● **Problem requirements**
Each line below from the one containing "sqrt(3) exactly; a" through the one containing "put(HS_Q_DENSITY, 1340.0);" is to be given again exactly, and no line outside that span.

Stored data
--
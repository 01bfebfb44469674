/* Uncertainty of a pond state, propagated through the method that made it
 * (calc/hc_uncertainty.h, plugin/hs_brine_eval.c).
 * Sources of the expected values: GUM (JCGM 100:2008) eq. 10 for the
 * combination of independent terms and 4.3.7 for a rectangular accuracy;
 * rho = dP / (g dz) differentiated by hand for the hydrostatic pair; the
 * calibration's own rms residual for a calibrated state. The PSS-78 state is
 * checked against TEOS-10 gsw in tests/integration/test_uncertainty.sh. */
#include <math.h>
#include <setjmp.h>
#include <stdarg.h>
#include <stddef.h>
#include <stdio.h>
#include <string.h>
#include <cmocka.h>

#include "hc_level.h"
#include "hc_uncertainty.h"
#include "hs_brine_eval.h"
#include "pond_fixture.h"

#define near(a, b, tol) assert_true(fabs((double)(a) - (double)(b)) <= (tol))

static hs_site site;
static hs_pond pond;
static hs_signal sig[HS_QUANTITY_COUNT];
static hs_reading rd[HS_QUANTITY_COUNT];

static void put(hs_quantity q, double value)
{
    rd[q] = (hs_reading){.value = value, .t_ms = 1000, .quality = HS_QUALITY_GOOD, .have = 1};
}

static double gravity(void)
{
    double g;
    assert_int_equal(hc_gravity(40.0, 0.0, &g), HC_OK);
    return g;
}

static void compute(const hs_brine_models *models, const hs_pond_aids *aids, hs_pond_view *v)
{
    hs_pond_evaluate(&site, 0, rd, models, aids, gravity(), 2000, v);
}

static void setup_site(void)
{
    pond_fixture(&site, &pond, sig, rd);
}

/* accuracy = +-abs on signal q (0: a perfect instrument). */
static void accuracy(hs_quantity q, double abs_si)
{
    sig[q].accuracy_set = 1;
    sig[q].accuracy_abs_si = abs_si;
    sig[q].accuracy_rel = 0.0;
}

/* y = (2 x0 - 3 x1, x0 x1, ...): GUM eq. 10 by hand. */
static hc_status linear(const double *x, const void *ctx, double *y)
{
    (void)ctx;
    y[HC_UNC_DENSITY] = 2.0 * x[0] - 3.0 * x[1];
    y[HC_UNC_SG] = x[0];
    y[HC_UNC_BAUME] = NAN;
    y[HC_UNC_CF] = x[1] > 1.0 ? NAN : x[1]; /* one side leaves the range */
    return HC_OK;
}

static void propagation_is_gum_eq10(void **unused)
{
    (void)unused;
    double x[2] = {1.0, 0.5}, u[2] = {0.1, 0.2}, uy[HC_UNC_OUTPUTS];
    assert_int_equal(hc_unc_propagate(linear, NULL, x, u, 2, uy), HC_OK);
    near(uy[HC_UNC_DENSITY], sqrt(0.2 * 0.2 + 0.6 * 0.6), 1e-12);
    near(uy[HC_UNC_SG], 0.1, 1e-12);
    assert_true(isnan(uy[HC_UNC_BAUME]));          /* unknown stays unknown */
    near(uy[HC_UNC_CF], 0.2, 1e-12);               /* one-sided where needed */
    near(hc_unc_from_accuracy(sqrt(3.0)), 1.0, 1e-12); /* GUM 4.3.7 */
    near(hc_unc_from_resolution(sqrt(12.0)), 1.0, 1e-12); /* GUM F.2.2.1 */
    u[0] = -1.0;
    assert_int_equal(hc_unc_propagate(linear, NULL, x, u, 2, uy), HC_ERR_ARGUMENT);
    assert_int_equal(hc_unc_propagate(linear, NULL, x, u, HC_UNC_MAX_INPUTS + 1, uy),
                     HC_ERR_ARGUMENT);
}

/* A densitometer's density is its own: u(rho) = a / sqrt(3) exactly; a
 * density past the path's end stays as measured, CF unknown. */
static void densitometer_keeps_its_reading(void **unused)
{
    (void)unused;
    hs_brine_models *models = NULL;
    hs_pond_view v;
    setup_site();
    assert_int_equal(hs_brine_models_build(&site, &models), 0);
    put(HS_Q_TEMPERATURE, 25.0);
    put(HS_Q_DENSITY, 1150.0);
    compute(models, NULL, &v);
    assert_int_equal(v.state.method, HC_METHOD_DENSITOMETER);
    near(v.state.density_uncertainty_kg_m3, 0.5 / sqrt(3.0), 1e-9);
    assert_true(v.state.sg_uncertainty > 0.0 && v.state.sg_uncertainty < 1e-3);
    put(HS_Q_DENSITY, 1340.0);
    compute(models, NULL, &v);
    assert_true(v.have_state);
    near(v.state.density_kg_m3, 1340.0, 1e-9);
    assert_true(v.state.warnings & HC_WARN_BEYOND_PATH);
    assert_true(isnan(v.state.concentration_factor));
    assert_true(v.state.specific_gravity > 1.34);
    hs_brine_models_free(models);
}

/* rho = dP / (g dz): u(rho)^2 = 2 (u_p / (g dz))^2 + (rho u_dz / dz)^2. */
static void hydrostatic_pair_spacing(void **unused)
{
    (void)unused;
    hs_brine_models *models = NULL;
    hs_pond_view v;
    setup_site();
    assert_int_equal(hs_brine_models_build(&site, &models), 0);
    double g = gravity(), rho = 1200.0, dz = pond.pressure_spacing_m;
    put(HS_Q_TEMPERATURE, 25.0);
    put(HS_Q_LEVEL_PRESSURE, 12000.0);
    put(HS_Q_PRESSURE_UPPER, 12000.0 - rho * g * dz);
    compute(models, NULL, &v);
    assert_int_equal(v.state.method, HC_METHOD_HYDROSTATIC);
    double up = 100.0 / sqrt(3.0), udz = 0.002 / sqrt(3.0);
    double want = sqrt(2.0 * pow(up / (g * dz), 2) + pow(rho * udz / dz, 2));
    near(v.state.density_uncertainty_kg_m3, want, 0.01 * want);
    hs_brine_models_free(models);
}

/* With perfect instruments a calibrated state is as uncertain as the
 * calibration's residual: u(SG) = rms residual (the state's t_ref is the
 * calibration's). With real ones it can only be more. */
static void calibrated_state_carries_the_residual(void **unused)
{
    (void)unused;
    hs_brine_models *models = NULL;
    hs_pond_view v;
    hs_pond_aids aids;
    hc_calibration cal;
    /* invented readings with scatter about a straight line (plumbing check) */
    const hc_calibration_point pts[] = {
        {100.0, 25.0, 1.080}, {125.0, 25.0, 1.106}, {130.0, 25.0, 1.100},
        {150.0, 25.0, 1.130}, {175.0, 25.0, 1.160}, {180.0, 25.0, 1.154},
        {200.0, 25.0, 1.180}, {210.0, 25.0, 1.190},
    };
    setup_site();
    assert_int_equal(hs_brine_models_build(&site, &models), 0);
    assert_int_equal(hc_calibration_fit(pts, 8, 20.0, &cal), HC_OK);
    assert_true(cal.rms_residual > 1e-4);
    hs_pond_aids_clear(&aids);
    aids.calibration = &cal;
    accuracy(HS_Q_CONDUCTIVITY, 0.0);
    accuracy(HS_Q_TEMPERATURE, 0.0);
    put(HS_Q_TEMPERATURE, 25.0);
    put(HS_Q_CONDUCTIVITY, 160.0);
    compute(models, &aids, &v);
    assert_int_equal(v.state.method, HC_METHOD_SITE_CALIBRATION);
    near(v.state.sg_uncertainty, cal.rms_residual, 0.03 * cal.rms_residual);
    /* Baume: d(Be)/d(SG) = m / SG^2 (the heavy-liquid scale) */
    double sg = v.state.specific_gravity;
    near(v.state.baume_uncertainty, 145.0 / (sg * sg) * v.state.sg_uncertainty,
         0.03 * v.state.baume_uncertainty);
    double only_fit = v.state.density_uncertainty_kg_m3;
    sig[HS_Q_CONDUCTIVITY].accuracy_set = 0; /* back to the instrument class */
    sig[HS_Q_TEMPERATURE].accuracy_set = 0;
    compute(models, &aids, &v);
    assert_true(v.state.density_uncertainty_kg_m3 > only_fit);
    hs_brine_models_free(models);
}

/* Near halite the brine conductivity model flattens against density: the
 * same 0.5 % conductivity class makes a large density uncertainty, far
 * larger than in the PSS-78 range. */
static void near_halite_conductivity_is_uncertain(void **unused)
{
    (void)unused;
    hs_brine_models *models = NULL;
    hs_pond_view v;
    setup_site();
    assert_int_equal(hs_brine_models_build(&site, &models), 0);
    put(HS_Q_TEMPERATURE, 25.0);
    put(HS_Q_CONDUCTIVITY, 53.0);
    compute(models, NULL, &v);
    assert_int_equal(v.state.method, HC_METHOD_PSS78);
    double seawater = v.state.density_uncertainty_kg_m3;
    assert_true(seawater > 0.0 && seawater < 0.5);
    put(HS_Q_CONDUCTIVITY, 245.0);
    compute(models, NULL, &v);
    assert_int_equal(v.state.method, HC_METHOD_BRINE_CONDUCTIVITY);
    assert_true(v.state.warnings & HC_WARN_CONDUCTIVITY_WEAK);
    printf("# u(rho): PSS-78 %.3f kg/m3, near halite %.1f kg/m3, u(CF) %.2f\n", seawater,
           v.state.density_uncertainty_kg_m3, v.state.cf_uncertainty);
    assert_true(v.state.density_uncertainty_kg_m3 > 10.0);
    assert_true(v.state.density_uncertainty_kg_m3 > 50.0 * seawater);
    assert_true(v.state.cf_uncertainty > 0.5);
    hs_brine_models_free(models);
}

/* A hydrometer reading: the resolution's d / sqrt(12) in SG. */
static void manual_reading_resolution(void **unused)
{
    (void)unused;
    hs_brine_models *models = NULL;
    hs_pond_view v;
    hs_pond_aids aids;
    setup_site();
    assert_int_equal(hs_brine_models_build(&site, &models), 0);
    hs_pond_aids_clear(&aids);
    aids.manual_sg = 1.200;
    aids.manual_t_ref_c = 20.0;
    aids.manual_t_ms = 1500;
    aids.manual_max_age_ms = 3600000;
    accuracy(HS_Q_TEMPERATURE, 0.0);
    put(HS_Q_TEMPERATURE, 25.0);
    compute(models, &aids, &v);
    assert_int_equal(v.state.method, HC_METHOD_MANUAL);
    near(v.state.sg_uncertainty, 0.001 / sqrt(12.0), 0.03 * 0.001 / sqrt(12.0));
    hs_brine_models_free(models);
}

int main(void)
{
    const struct CMUnitTest tests[] = {
        cmocka_unit_test(propagation_is_gum_eq10),
        cmocka_unit_test(densitometer_keeps_its_reading),
        cmocka_unit_test(hydrostatic_pair_spacing),
        cmocka_unit_test(calibrated_state_carries_the_residual),
        cmocka_unit_test(near_halite_conductivity_is_uncertain),
        cmocka_unit_test(manual_reading_resolution),
    };
    return cmocka_run_group_tests(tests, NULL, NULL);
}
--
● **Reply to the exercise**
/* A densitometer's density is its own: u(rho) = a / sqrt(3) exactly; a
 * density past the path's end stays as measured, CF unknown. */
static void densitometer_keeps_its_reading(void **unused)
{
    (void)unused;
    hs_brine_models *models = NULL;
    hs_pond_view v;
    setup_site();
    assert_int_equal(hs_brine_models_build(&site, &models), 0);
    put(HS_Q_TEMPERATURE, 25.0);
    put(HS_Q_DENSITY, 1150.0);
    compute(models, NULL, &v);
    assert_int_equal(v.state.method, HC_METHOD_DENSITOMETER);
    near(v.state.density_uncertainty_kg_m3, 0.5 / sqrt(3.0), 1e-9);
    assert_true(v.state.sg_uncertainty > 0.0 && v.state.sg_uncertainty < 1e-3);
    put(HS_Q_DENSITY, 1340.0);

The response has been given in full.